Saved entries:
- Opening Delimiter -
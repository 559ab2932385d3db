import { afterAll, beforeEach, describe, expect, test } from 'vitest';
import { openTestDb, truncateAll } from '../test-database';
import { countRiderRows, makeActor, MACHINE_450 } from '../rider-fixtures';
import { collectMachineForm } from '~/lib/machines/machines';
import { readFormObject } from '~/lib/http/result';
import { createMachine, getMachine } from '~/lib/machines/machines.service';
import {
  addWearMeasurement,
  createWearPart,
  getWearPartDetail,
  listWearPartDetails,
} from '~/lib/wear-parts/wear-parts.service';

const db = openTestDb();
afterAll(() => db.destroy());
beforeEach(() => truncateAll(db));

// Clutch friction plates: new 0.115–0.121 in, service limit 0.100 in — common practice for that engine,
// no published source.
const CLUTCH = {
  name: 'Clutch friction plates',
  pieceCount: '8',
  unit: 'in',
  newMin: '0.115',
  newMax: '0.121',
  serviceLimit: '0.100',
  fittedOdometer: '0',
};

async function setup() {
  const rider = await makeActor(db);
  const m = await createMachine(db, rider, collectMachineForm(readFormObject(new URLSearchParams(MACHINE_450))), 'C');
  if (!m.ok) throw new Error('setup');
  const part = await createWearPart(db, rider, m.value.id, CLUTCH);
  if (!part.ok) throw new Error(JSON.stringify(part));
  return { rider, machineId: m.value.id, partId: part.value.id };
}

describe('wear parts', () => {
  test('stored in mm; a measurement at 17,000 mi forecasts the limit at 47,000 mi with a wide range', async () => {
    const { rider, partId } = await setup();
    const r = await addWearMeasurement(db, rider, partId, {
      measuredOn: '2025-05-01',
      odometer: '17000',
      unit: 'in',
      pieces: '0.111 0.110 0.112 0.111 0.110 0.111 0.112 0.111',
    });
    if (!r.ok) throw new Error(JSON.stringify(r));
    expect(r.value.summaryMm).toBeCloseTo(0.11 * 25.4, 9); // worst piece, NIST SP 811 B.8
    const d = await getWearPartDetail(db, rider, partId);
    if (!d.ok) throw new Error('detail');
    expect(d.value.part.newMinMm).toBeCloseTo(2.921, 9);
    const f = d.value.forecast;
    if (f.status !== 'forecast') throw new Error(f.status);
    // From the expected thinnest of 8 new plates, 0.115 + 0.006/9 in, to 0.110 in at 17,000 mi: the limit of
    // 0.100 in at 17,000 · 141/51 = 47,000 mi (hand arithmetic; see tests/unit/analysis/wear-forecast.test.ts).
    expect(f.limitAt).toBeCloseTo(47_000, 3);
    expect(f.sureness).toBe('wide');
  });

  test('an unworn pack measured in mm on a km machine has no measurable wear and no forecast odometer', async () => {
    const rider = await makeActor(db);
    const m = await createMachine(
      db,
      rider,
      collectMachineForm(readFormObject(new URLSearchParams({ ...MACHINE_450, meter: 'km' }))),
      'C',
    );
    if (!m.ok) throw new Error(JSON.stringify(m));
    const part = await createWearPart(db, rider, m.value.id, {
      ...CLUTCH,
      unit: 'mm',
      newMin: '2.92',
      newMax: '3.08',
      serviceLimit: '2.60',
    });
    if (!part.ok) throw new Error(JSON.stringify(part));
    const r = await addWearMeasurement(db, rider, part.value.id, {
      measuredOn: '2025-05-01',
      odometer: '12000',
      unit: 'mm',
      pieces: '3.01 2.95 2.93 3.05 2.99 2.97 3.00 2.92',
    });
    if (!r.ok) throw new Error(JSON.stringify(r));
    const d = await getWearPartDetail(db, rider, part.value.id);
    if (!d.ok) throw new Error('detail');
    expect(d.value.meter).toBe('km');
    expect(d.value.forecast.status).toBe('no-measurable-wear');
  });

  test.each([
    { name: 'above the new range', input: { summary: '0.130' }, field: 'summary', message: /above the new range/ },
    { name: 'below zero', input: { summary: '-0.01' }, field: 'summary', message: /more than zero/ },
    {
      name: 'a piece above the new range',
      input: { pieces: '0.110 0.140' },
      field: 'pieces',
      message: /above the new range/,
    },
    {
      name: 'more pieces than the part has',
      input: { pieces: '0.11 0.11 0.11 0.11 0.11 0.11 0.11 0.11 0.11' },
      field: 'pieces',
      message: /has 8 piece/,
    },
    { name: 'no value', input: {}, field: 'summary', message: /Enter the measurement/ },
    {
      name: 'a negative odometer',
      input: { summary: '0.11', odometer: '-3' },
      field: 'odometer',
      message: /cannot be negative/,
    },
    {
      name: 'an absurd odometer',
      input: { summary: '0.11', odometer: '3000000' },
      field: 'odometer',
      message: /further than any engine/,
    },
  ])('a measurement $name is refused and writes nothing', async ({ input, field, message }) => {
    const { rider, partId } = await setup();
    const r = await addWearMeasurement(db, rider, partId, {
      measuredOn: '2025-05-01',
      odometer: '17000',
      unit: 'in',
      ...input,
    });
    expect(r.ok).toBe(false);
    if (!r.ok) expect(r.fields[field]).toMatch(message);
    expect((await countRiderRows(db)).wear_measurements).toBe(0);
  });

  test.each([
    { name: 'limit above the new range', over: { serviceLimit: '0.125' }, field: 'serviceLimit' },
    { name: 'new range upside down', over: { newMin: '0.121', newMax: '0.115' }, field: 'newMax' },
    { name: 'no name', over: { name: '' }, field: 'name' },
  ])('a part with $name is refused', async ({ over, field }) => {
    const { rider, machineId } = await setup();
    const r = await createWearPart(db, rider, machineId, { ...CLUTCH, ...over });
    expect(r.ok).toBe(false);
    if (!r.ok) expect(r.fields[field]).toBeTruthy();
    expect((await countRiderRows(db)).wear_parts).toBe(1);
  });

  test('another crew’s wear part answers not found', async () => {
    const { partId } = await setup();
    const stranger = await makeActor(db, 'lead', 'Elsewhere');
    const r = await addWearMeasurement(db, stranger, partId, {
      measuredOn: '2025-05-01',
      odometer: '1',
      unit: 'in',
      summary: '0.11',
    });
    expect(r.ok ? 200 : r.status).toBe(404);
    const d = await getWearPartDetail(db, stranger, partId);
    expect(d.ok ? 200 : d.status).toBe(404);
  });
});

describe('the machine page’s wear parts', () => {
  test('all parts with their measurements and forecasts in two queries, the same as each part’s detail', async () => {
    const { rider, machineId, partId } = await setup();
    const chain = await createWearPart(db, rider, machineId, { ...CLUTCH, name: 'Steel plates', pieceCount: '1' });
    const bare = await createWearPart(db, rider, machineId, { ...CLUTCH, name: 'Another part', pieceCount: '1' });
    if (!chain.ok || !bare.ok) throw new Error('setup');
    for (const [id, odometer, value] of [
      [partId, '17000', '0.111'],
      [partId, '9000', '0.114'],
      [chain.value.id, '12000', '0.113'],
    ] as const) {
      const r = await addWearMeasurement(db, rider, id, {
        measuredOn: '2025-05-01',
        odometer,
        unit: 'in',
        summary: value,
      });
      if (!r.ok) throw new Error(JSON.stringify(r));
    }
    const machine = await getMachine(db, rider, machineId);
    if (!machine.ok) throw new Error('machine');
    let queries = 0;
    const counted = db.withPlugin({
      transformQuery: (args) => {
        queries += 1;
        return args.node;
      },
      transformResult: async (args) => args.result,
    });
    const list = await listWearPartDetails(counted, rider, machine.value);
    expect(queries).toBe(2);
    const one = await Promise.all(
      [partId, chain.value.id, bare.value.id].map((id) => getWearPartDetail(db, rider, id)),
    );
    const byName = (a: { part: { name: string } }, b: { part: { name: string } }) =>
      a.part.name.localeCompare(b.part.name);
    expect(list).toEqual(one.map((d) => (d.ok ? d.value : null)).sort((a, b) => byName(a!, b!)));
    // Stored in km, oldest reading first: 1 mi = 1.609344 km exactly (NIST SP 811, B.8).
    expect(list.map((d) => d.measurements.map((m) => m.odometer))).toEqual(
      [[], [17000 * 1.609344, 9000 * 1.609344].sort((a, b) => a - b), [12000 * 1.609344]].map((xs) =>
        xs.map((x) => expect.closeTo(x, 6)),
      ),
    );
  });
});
- Closing Delimiter -
_What you need to do_: Give back every line from the beginning of the records through the line holding "countRiderRows, makeActor, MACHINE_450", exactly as it reads, and leave out the rest.

_Final answer_:
repository 559ab2932385d3db
import { afterAll, beforeEach, describe, expect, test } from 'vitest';
import { openTestDb, truncateAll } from '../test-database';
import { countRiderRows, makeActor, MACHINE_450 } from '../rider-fixtures';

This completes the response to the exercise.